A man goes to buy a motorbike before meeting his girlfriend’s parents for the first time. He finds an amazing looking model and asks the dealer what the price is. The dealer replies, “It’s only $1000, but there’s a catch. It’s not waterproof. When it rains, you have to rub vaseline over it or it will rust quickly.” The man accepts this and buys the motorbike.
He picks his girlfriend up that night on his new bike and they head to her parents’ house. As they approach, his girlfriend says to him “Listen, my parents are a bit weird. This might sound funny, but we have a rule that there’s no speaking at the dinner table. If you speak, you have to wash the dishes.”
He’s a bit surprised, but replies that this is no problem, and he’d be glad to do the dishes. She adds “The only problem is, no-one has spoken at the dinner table for about 5 years. There is a MASSIVE pile of dishes in the kitchen.” The man is even more taken aback, but says, “that’s fine, I’ll just keep my mouth shut”.

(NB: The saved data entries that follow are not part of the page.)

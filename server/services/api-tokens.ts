import { and, desc, eq, isNull } from "drizzle-orm";
import type { ApiToken, NewApiToken } from "../../shared/schemas/auth";
import type { SessionUser } from "../auth/types";
import { newSecret, sha256 } from "../auth/secrets";
import type { Db } from "../db/client";
import { apiTokens, users } from "../db/schema";
import { notFound } from "../http/errors";

/** Prefix so a leaked token is recognisable in logs and secret scanners. */
export const TOKEN_PREFIX = "sw_";

const toApiToken = (r: typeof apiTokens.$inferSelect): ApiToken => ({
  id: r.id,
  name: r.name,
  createdAt: r.createdAt.toISOString(),
  lastUsedAt: r.lastUsedAt ? r.lastUsedAt.toISOString() : null,
});

export async function listApiTokens(db: Db, userId: string): Promise<ApiToken[]> {
  const rows = await db.select().from(apiTokens).where(and(eq(apiTokens.userId, userId), isNull(apiTokens.revokedAt))).orderBy(desc(apiTokens.createdAt));
  return rows.map(toApiToken);
}

/** Mints a token: 32 random bytes shown once; only its SHA-256 is stored. */
export async function createApiToken(db: Db, userId: string, name: string): Promise<NewApiToken> {
  const token = TOKEN_PREFIX + newSecret();
  const [row] = await db.insert(apiTokens).values({ userId, name, tokenHash: sha256(token) }).returning();
  return { ...toApiToken(row!), token };
}

export async function revokeApiToken(db: Db, userId: string, tokenId: string): Promise<void> {
  const rows = await db
    .update(apiTokens)
    .set({ revokedAt: new Date() })
    .where(and(eq(apiTokens.id, tokenId), eq(apiTokens.userId, userId), isNull(apiTokens.revokedAt)))
    .returning({ id: apiTokens.id });
  if (rows.length === 0) throw notFound("No such token.");
}

/** The user a Bearer token belongs to, or null when unknown or revoked. */
export async function userForApiToken(db: Db, token: string): Promise<SessionUser | null> {
  const [row] = await db
    .select({ tokenId: apiTokens.id, id: users.id, name: users.name, email: users.email, lastUsedAt: apiTokens.lastUsedAt })
    .from(apiTokens)
    .innerJoin(users, eq(users.id, apiTokens.userId))
    .where(and(eq(apiTokens.tokenHash, sha256(token)), isNull(apiTokens.revokedAt)));
  if (!row) return null;
  // Record use at most once a minute: a busy script should not write on every request.
  if (!row.lastUsedAt || Date.now() - row.lastUsedAt.getTime() > 60_000) {
    await db.update(apiTokens).set({ lastUsedAt: new Date() }).where(eq(apiTokens.id, row.tokenId));
  }
  return { id: row.id, name: row.name, email: row.email };
}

They pull up outside the house and head inside, sit down and start eating. Minutes pass, and the man starts to grow annoyed at this silly household custom. He wonders how to annoy his girlfriend’s parents, and eventually leans across and starts kissing his girlfriend.
She’s a bit surprised, but responds, and her parents look annoyed but can’t say anything. Encouraged by this, he pulls his girlfriend onto the dinner table and has his way with her. Eventually they finish, he puts her back into her seat, and looks at her parents. They’re looking mighty pissed off but they don’t say a single word.

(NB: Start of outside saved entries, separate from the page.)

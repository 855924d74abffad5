import PgBoss from "pg-boss";

export const CHUNK_QUEUE = "run-chunk";

export interface ChunkJob {
  runId: string;
  chunkIndex: number;
}

/**
 * Chunks take about a second. A job whose worker died is expired after
 * CHUNK_EXPIRE_SECONDS and retried by another worker; a job that throws is
 * retried CHUNK_RETRY_LIMIT times, then the run fails. pg-boss's own defaults
 * (15 minutes) would leave a run stalled for that long after a crash.
 */
export const CHUNK_EXPIRE_SECONDS = 20;
export const CHUNK_RETRY_LIMIT = 3;
export const MAINTENANCE_SECONDS = 5;

/** `schedule`: this process runs pg-boss's cron clock (workers do; the web server only sends). */
export function createBoss(databaseUrl: string, options: { supervise: boolean; schedule?: boolean }): PgBoss {
  const boss = new PgBoss({
    connectionString: databaseUrl,
    max: 4,
    supervise: options.supervise,
    maintenanceIntervalSeconds: MAINTENANCE_SECONDS,
    schedule: options.schedule ?? false,
  });
  boss.on("error", (err) => console.warn(`Job queue: ${err.message}`));
  return boss;
}

export async function ensureQueue(boss: PgBoss): Promise<void> {
  await boss.createQueue(CHUNK_QUEUE, {
    name: CHUNK_QUEUE,
    expireInSeconds: CHUNK_EXPIRE_SECONDS,
    retryLimit: CHUNK_RETRY_LIMIT,
    retryDelay: 1,
    retryBackoff: false,
  });
}

/** The web server's side of the queue: it only sends. Started on first use. */
export interface JobSender {
  sendChunks(jobs: ChunkJob[]): Promise<void>;
  stop(): Promise<void>;
}

export function createJobSender(databaseUrl: string): JobSender {
  let started: Promise<PgBoss> | undefined;
  const boss = () =>
    (started ??= (async () => {
      const b = createBoss(databaseUrl, { supervise: false });
      await b.start();
      await ensureQueue(b);
      return b;
    })().catch((err: unknown) => {
      // Not cached: the next Run tries again (e.g. once the database is back).
      started = undefined;
      throw err;
    }));
  return {
    async sendChunks(jobs) {
      const b = await boss();
      await b.insert(jobs.map((data) => ({ name: CHUNK_QUEUE, data, expireInSeconds: CHUNK_EXPIRE_SECONDS, retryLimit: CHUNK_RETRY_LIMIT, retryDelay: 1 })));
    },
    async stop() {
      if (started) await (await started).stop({ graceful: false, wait: true });
    },
  };
}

He thinks, “Well, the mother’s not bad looking…,” pulls her onto the dinner table, and has his way with her too. She doesn’t complain, the daughter is in a state of blissful exhaustion, the father looks extremely pissed, but he is allowed to finish and puts her back into her seat.
Just then it starts to rain. As he hears the drops, he remembers about his motorbike, stands up and takes a tube of vaseline out of his pocket. The father immediately stands up and yells “Okay, okay, I’ll do the fucking dishes, just don’t touch me!”